The objective function is to minimize the generation cost, investment cost of the DPFC, and curtailment of wind spillage and load shedding as shown in Eq. 9. Eq. 10 constrains the start-up and shut down cost of the thermal unit; Eq. 11 distinguishes the operating state from the start-up and shut down state of generators. The minimum ON/OFF time limits are shown in Eq. 12, the active and reactive output of generators is limited in Eqs 13, 14 and shows the ramp-up and ramp-down limitation of thermal units. The active and reactive power balance is depicted in Eq. 15. Eqs 16–18 constrain wind spillage, load shedding, and location–allocation of the DPFC. The transmission network security constraint is formulated in Eqs 19–20 with line forward and reverse power flow. The relaxed AC-SOCP power flow model is introduced in Eqs 21–23.

The formulated MISOCP problem aims to improve the operating level with optimal location and ratings of the DPFC. However, there are uncertainties of wind and load, as shown in Eqs 24–25.

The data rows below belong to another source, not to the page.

//! The mapped delimited-text format: one record per line, columns named and scaled by the
//! trial file's `[columns]` (time as ISO 8601 or Unix seconds; WGS84 lon/lat; mass flow,
//! speed and swath width with their units; moisture in %; optional work state, HDOP and fix
//! quality). Every bad record becomes a rejection row naming its line and column:
//! `unreadable_row`, `wrong_field_count`, `unparseable`, `coordinate_range`, `no_position`,
//! `negative_value`.

use super::{reject, unreadable_row, ExportRead, MonitorFormat, RawPoint};
use crate::ingest::settings::IngestConfig;
use crate::ingest::settings::{FlowUnit, SpeedUnit, TimeFormat, WidthUnit, YieldBasis};
use crate::ingest::time::parse_date_time;
use crate::ingest::{parse_iso8601, IngestError};
use std::path::Path;

/// The mapped delimited-text reader.
pub struct MappedText;

/// Positions of the mapped columns in one export's header.
struct ColumnIndex {
    /// None: `columns.time.format = "none"` (a yield-point export without times).
    time: Option<usize>,
    /// The date column of a time-of-day stamp.
    date: Option<usize>,
    lon: usize,
    lat: usize,
    /// The flow or yield column.
    flow: usize,
    amount: Amount,
    motion: Motion,
    /// None: the fixed `columns.width.value`.
    width: Option<usize>,
    /// None: a yield-point export without moisture.
    moisture: Option<usize>,
    /// Optional columns: (index, name) when mapped.
    optional: [Option<(usize, String)>; 3],
    /// Treatment, strip and replicate label columns when mapped (strip trials without
    /// plot polygons).
    labels: [Option<usize>; 3],
}

/// How ground speed is read.
enum Motion {
    /// A speed column and its factor to m/s.
    Speed(usize, f64),
    /// Distance per record (column, or fixed value in m) and its factor to metres; the
    /// record's interval from a column or from the time since the previous record.
    Distance {
        col: Option<usize>,
        fixed_m: f64,
        factor: f64,
        interval: Option<usize>,
    },
    /// Not logged: derived from positions and times where the export has times (see
    /// [`super::speed_from_positions`]), else unknown (a yield-point export without times).
    Unknown,
}

/// What the export measures of the grain: mass flow, or the yield itself.
enum Amount {
    /// Mass flow and its factor to kg/s.
    Flow(f64),
    /// Yield and its factor to kg/ha; `wet`: at harvest moisture (standardised with the
    /// moisture column), else at the crop's standard moisture.
    Yield { per_unit: f64, wet: bool },
}
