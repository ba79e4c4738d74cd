//! One field's model and the numerical integration over its hyperparameters.
//!
//! Hyperparameters, all on the log scale: the length scale (one, or one along and one across
//! the plot grid with anisotropy), the spatial SD s_f and the noise SD s_n. Priors are
//! penalised-complexity priors (Fuglstad et al. 2019, JASA 114:445): in 2-D, 1/l ~ Exp(l1) with
//! l1 = -ln(0.05) x rho0, so P(l < rho0) = 0.05, rho0 = the smallest distance between plot
//! centres (per axis with anisotropy: a simplification, each axis with its own smallest
//! spacing); each SD ~ Exp(l2) with P(SD > 2 x SD of the plot yields) = 0.05.
//!
//! Integration (in the spirit of Rue, Martino & Chopin 2009, JRSS-B 71:319): the length
//! scale on a lattice in log space, coarse over its bounds and then refined (three times finer
//! in 1-D, twice in 2-D) over the box holding the mass; at each length scale the kernel is put
//! in spectral form once (see `spectral`) and (s_f, s_n) are integrated on a lattice around
//! their conditional mode, spaced 0.75 conditional SDs and widened until its edges hold less
//! than 1e-4 of the peak. Every point carries its weight (prior x likelihood x cell volume).

use super::spectral::{Design, Inner, Method, Repr};
use rayon::prelude::*;
use std::collections::BTreeMap;

/// -ln(0.05): the PC priors' tail probability 0.05 on the log scale.
pub const PC_ALPHA_LN: f64 = 2.995_732_273_553_991;

/// One point of the (s_f, s_n) lattice at a length scale.
#[derive(Clone, Debug)]
pub struct Point {
    /// log prior of (s_f, s_n) + REML + log cell volume (without the length scale's prior).
    pub lw: f64,
    /// ln l0, ln l1, ln s_f, ln s_n.
    pub theta: [f64; 4],
    /// ln SD of each random design factor (none without them).
    pub groups: Vec<f64>,
    pub fit: Inner,
}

$P_{i,t}^{DR}=\left\{P_{i,t}^{DR}|P_{i,t}^{DR}\in [P_{i,t}^{DR,F}-{\mu }_{i,t}^{DR}△P_{i,t}^{DR},P_{i,t}^{DR,F}+{\mu }_{i,t}^{DR}△P_{i,t}^{DR}],{\mu }_{i,t}^{DR}\in \left\{\mathrm{0,1}\right\}\right\}.(24)$

$P_{i,t}^W=\left\{P_{i,t}^W|P_{i,t}^W\in [P_{i,t}^{W,F}-{\mu }_{i,t}^W△P_{i,t}^W,P_{i,t}^{W,F}+{\mu }_{i,t}^W△P_{i,t}^W],{\mu }_{i,t}^W\in \left\{\mathrm{0,1}\right\}\right\}.(25)$

Once the DPFC is injected into the grid, the device should offer its functions considering the uncertainty circumstance of wind-load with fixed locations. We developed a two-stage robust approach to obtain the robust dispatch solutions with the PIM model of the DPFC, which can easily adapt to the uncertain environment. The robust model is shown as

$\begin{array}{l}min{\displaystyle \sum _t{\displaystyle \sum _{i\in G_i}[S{U}_{i,t}+S{D}_{i,t}]}}+maxmin[{\displaystyle \sum _t{\displaystyle \sum _{i\in G_i}{c}_{g,i}{P}_{i,t}^G}}+{\displaystyle \sum _t{\displaystyle \sum _{i\in G_i}{\pi }^{DPFC}{P}_{ij}^{DPFC}}}.\\ +{\displaystyle \sum _t{\displaystyle \sum _{i\in G_i}{M}^{Curt}{P}_{i,t}^{W,curt}}}+{\displaystyle \sum _t{\displaystyle \sum _{i\in G_i}{M}^{shed}{P}_{i,t}^{D,shed}}}].\\ s.t.\{\begin{array}{l}\left(10\right)-\left(23\right)\\ \left(24\right)-\left(25\right)\end{array}\end{array}(26)$

4 Two-Stage Robust Unit Commitment and Column-and-Constraint Generation Method

The column-and-constraint generation method is introduced to solve the proposed two-stage robust problem (Zeng and Zhao, 2013). For simplicity, the robust problem can be reformulated in the following compact matrix form:

$\begin{array}{l}\underset{x}{min}{c}^{T}x+\underset{\lambda }{max}\underset{y}{min}{d}^{T}y+e^T\lambda .\\ s.t.Ax\le b,x\in \left\{\mathrm{0,1}\right\}.\\ Y=\left\{y|\begin{array}{l}Cy\le f\\ Gx+Dy\le g\\ Ey=\lambda \\ {\Vert Q_{i}y+q_i\Vert }_2\le h_{i}y+d_i,i=1,\mathrm{...},n\end{array}\right\}.\end{array}(27)$

The objective described in (27) corresponds to constraint (26), which is modeled in a “min–max–min” optimization form. The outer “min” is to minimize the start-up and shut down costs of generators considering the optimal locations of the DPFC; the decision variable $\left\{x\right\}$ is a binary variable, which represents the state variables including the thermal generator operating state and optimal locations of the DPFC. The “max” is to find the worst uncertainty scenario under the uncertainty circumstance; the decision variable $\left\{\lambda \right\}$ refers the wind and load operating level, which is shown in Eqs 24–25. The inner “min” is to obtain the solutions under the worst uncertainty case; the decision variable $\left\{y\right\}$ represents the continuous variables in the second stage, which is described in Eqs 13–23. It can be observed that the decision variable $\left\{\lambda \right\}$ is optimized in the second stage by maximizing the minimal second stage costs, which can easily improve the robustness.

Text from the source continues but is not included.